- **EXERCISE GOAL**
Return all the entries below exactly as they were given.

- **DATASET CONTENT**

*-*-*

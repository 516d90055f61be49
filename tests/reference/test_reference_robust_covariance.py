"""Covariances that hold under dependence, against published figures."""

import numpy as np
import pandas as pd
import pytest
import statsmodels.api as sm
from statsmodels.stats.sandwich_covariance import cov_cluster, cov_hac_simple

from auditd.stats import cluster_covariance, newey_west


def fit_of(y, design):
    """Least-squares coefficients and residuals."""
    y, design = np.asarray(y, dtype=float), np.asarray(design, dtype=float)
    b = np.linalg.lstsq(design, y, rcond=None)[0]
    return b, y - design @ b


def test_newey_west_of_macro_growth(shared_folder):
    """Published: statsmodels test_diagnostic.py, R sandwich NeweyWest(prewhite = FALSE), lags 4, 10."""
    d = pd.read_csv(shared_folder / "reference/data/macrodata_growth.csv")
    design = np.column_stack([np.ones(len(d)), d.g_realgdp, d.lag_realint])
    b, e = fit_of(d.g_realinv, design)
    assert b == pytest.approx([-9.48167277465485, 4.3742216647032, -0.613996969478989], abs=1e-10)
    four = [
        1.385551290884014, -0.3133096102522685, -0.0597207976835705, -0.3133096102522685, 0.1081011690351306,
        0.000389440793564336, -0.0597207976835705, 0.000389440793564339, 0.0862118527405036,
    ]  # fmt: skip
    ten = [
        1.257386180080192, -0.2871560199899846, -0.03958300024627573, -0.2871560199899845, 0.1049107028987101,
        0.0003896205316866944, -0.03958300024627578, 0.0003896205316866961, 0.0985539340694839,
    ]  # fmt: skip
    assert newey_west(e, design, 4).ravel() == pytest.approx(four, abs=1e-10)
    assert newey_west(e, design, 10).ravel() == pytest.approx(ten, abs=1e-10)


def test_clusters_of_ten_firms(shared_folder):
    """Published: statsmodels results_panelrobust.py (Stata xtscc help, Hoechle 2007), Grunfeld's firms."""
    d = pd.read_csv(shared_folder / "reference/data/grunfeld10.csv")
    design = np.column_stack([d.value, d.capital, np.ones(len(d))])
    _, e = fit_of(d.invest, design)
    expected = [
        0.00025262993207, -0.00065043385106, 0.20961897960949, -0.00065043385106, 0.00721940994738,
        -1.2171040967615, 0.20961897960949, -1.2171040967615, 417.18890043724,
    ]  # fmt: skip
    assert cluster_covariance(e, design, d.firm).ravel() == pytest.approx(expected, rel=5e-7)


def test_petersens_standard_errors(shared_folder):
    """Published, from memory: Petersen (2009) test data, by firm 0.0670 and 0.0506, by year 0.0334."""
    d = pd.read_csv(shared_folder / "reference/more/petersen_cl.csv")
    design = np.column_stack([np.ones(len(d)), d.x])
    _, e = fit_of(d.y, design)
    by_firm = np.sqrt(np.diag(cluster_covariance(e, design, d.firm)))
    assert by_firm == pytest.approx([0.0670, 0.0506], abs=5.5e-5)
    by_year = np.sqrt(np.diag(cluster_covariance(e, design, d.year)))
    assert by_year[1] == pytest.approx(0.0334, abs=5.5e-5)


def test_greene_investment_equation(shared_folder):
    """Published: R sandwich vignette (Zeileis 2004), hac-test1, lag 4, no prewhitening."""
    d = pd.read_csv(shared_folder / "reference/more/greene_investment.csv").dropna()
    design = np.column_stack([np.ones(len(d)), d.RealGNP, d.RealInt])
    b, e = fit_of(d.RealInv, design)
    assert b == pytest.approx([-12.533601, 0.169136, -1.001438], abs=5.5e-7)
    got = np.sqrt(np.diag(newey_west(e, design, 4)))
    assert got == pytest.approx([18.958298, 0.016751, 3.342375], abs=5.5e-7)


def test_both_equal_statsmodels():
    """Cross-check: statsmodels cov_hac_simple and cov_cluster on the data it carries."""
    d = sm.datasets.grunfeld.load_pandas().data
    fit = sm.OLS(d.invest, sm.add_constant(d[["value", "capital"]])).fit()
    groups = d.firm.astype("category").cat.codes.to_numpy()
    design = fit.model.exog
    assert cluster_covariance(fit.resid, design, d.firm) == pytest.approx(cov_cluster(fit, groups), rel=1e-9)
    for lags in (0, 1, 5):
        expected = cov_hac_simple(fit, nlags=lags, use_correction=False)
        assert newey_west(fit.resid, design, lags) == pytest.approx(expected, rel=1e-9)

*-*-*

- **RESPONSE FOR THIS EXERCISE**
repository 516d90055f61be49
filename tests/reference/test_reference_robust_covariance.py
"""Covariances that hold under dependence, against published figures."""

import numpy as np
import pandas as pd
import pytest
import statsmodels.api as sm
from statsmodels.stats.sandwich_covariance import cov_cluster, cov_hac_simple

from auditd.stats import cluster_covariance, newey_west


def fit_of(y, design):
    """Least-squares coefficients and residuals."""
    y, design = np.asarray(y, dtype=float), np.asarray(design, dtype=float)
    b = np.linalg.lstsq(design, y, rcond=None)[0]
    return b, y - design @ b


def test_newey_west_of_macro_growth(shared_folder):
    """Published: statsmodels test_diagnostic.py, R sandwich NeweyWest(prewhite = FALSE), lags 4, 10."""
    d = pd.read_csv(shared_folder / "reference/data/macrodata_growth.csv")
    design = np.column_stack([np.ones(len(d)), d.g_realgdp, d.lag_realint])
    b, e = fit_of(d.g_realinv, design)
    assert b == pytest.approx([-9.48167277465485, 4.3742216647032, -0.613996969478989], abs=1e-10)
    four = [
        1.385551290884014, -0.3133096102522685, -0.0597207976835705, -0.3133096102522685, 0.1081011690351306,
        0.000389440793564336, -0.0597207976835705, 0.000389440793564339, 0.0862118527405036,
    ]  # fmt: skip
    ten = [
        1.257386180080192, -0.2871560199899846, -0.03958300024627573, -0.2871560199899845, 0.1049107028987101,
        0.0003896205316866944, -0.03958300024627578, 0.0003896205316866961, 0.0985539340694839,
    ]  # fmt: skip
    assert newey_west(e, design, 4).ravel() == pytest.approx(four, abs=1e-10)
    assert newey_west(e, design, 10).ravel() == pytest.approx(ten, abs=1e-10)


def test_clusters_of_ten_firms(shared_folder):
    """Published: statsmodels results_panelrobust.py (Stata xtscc help, Hoechle 2007), Grunfeld's firms."""
    d = pd.read_csv(shared_folder / "reference/data/grunfeld10.csv")
    design = np.column_stack([d.value, d.capital, np.ones(len(d))])
    _, e = fit_of(d.invest, design)
    expected = [
        0.00025262993207, -0.00065043385106, 0.20961897960949, -0.00065043385106, 0.00721940994738,
        -1.2171040967615, 0.20961897960949, -1.2171040967615, 417.18890043724,
    ]  # fmt: skip
    assert cluster_covariance(e, design, d.firm).ravel() == pytest.approx(expected, rel=5e-7)


def test_petersens_standard_errors(shared_folder):
    """Published, from memory: Petersen (2009) test data, by firm 0.0670 and 0.0506, by year 0.0334."""
    d = pd.read_csv(shared_folder / "reference/more/petersen_cl.csv")
    design = np.column_stack([np.ones(len(d)), d.x])
    _, e = fit_of(d.y, design)
    by_firm = np.sqrt(np.diag(cluster_covariance(e, design, d.firm)))
    assert by_firm == pytest.approx([0.0670, 0.0506], abs=5.5e-5)
    by_year = np.sqrt(np.diag(cluster_covariance(e, design, d.year)))
    assert by_year[1] == pytest.approx(0.0334, abs=5.5e-5)


def test_greene_investment_equation(shared_folder):
    """Published: R sandwich vignette (Zeileis 2004), hac-test1, lag 4, no prewhitening."""
    d = pd.read_csv(shared_folder / "reference/more/greene_investment.csv").dropna()
    design = np.column_stack([np.ones(len(d)), d.RealGNP, d.RealInt])
    b, e = fit_of(d.RealInv, design)
    assert b == pytest.approx([-12.533601, 0.169136, -1.001438], abs=5.5e-7)
    got = np.sqrt(np.diag(newey_west(e, design, 4)))
    assert got == pytest.approx([18.958298, 0.016751, 3.342375], abs=5.5e-7)


def test_both_equal_statsmodels():
    """Cross-check: statsmodels cov_hac_simple and cov_cluster on the data it carries."""
    d = sm.datasets.grunfeld.load_pandas().data
    fit = sm.OLS(d.invest, sm.add_constant(d[["value", "capital"]])).fit()
    groups = d.firm.astype("category").cat.codes.to_numpy()
    design = fit.model.exog
    assert cluster_covariance(fit.resid, design, d.firm) == pytest.approx(cov_cluster(fit, groups), rel=1e-9)
    for lags in (0, 1, 5):
        expected = cov_hac_simple(fit, nlags=lags, use_correction=False)
        assert newey_west(fit.resid, design, lags) == pytest.approx(expected, rel=1e-9)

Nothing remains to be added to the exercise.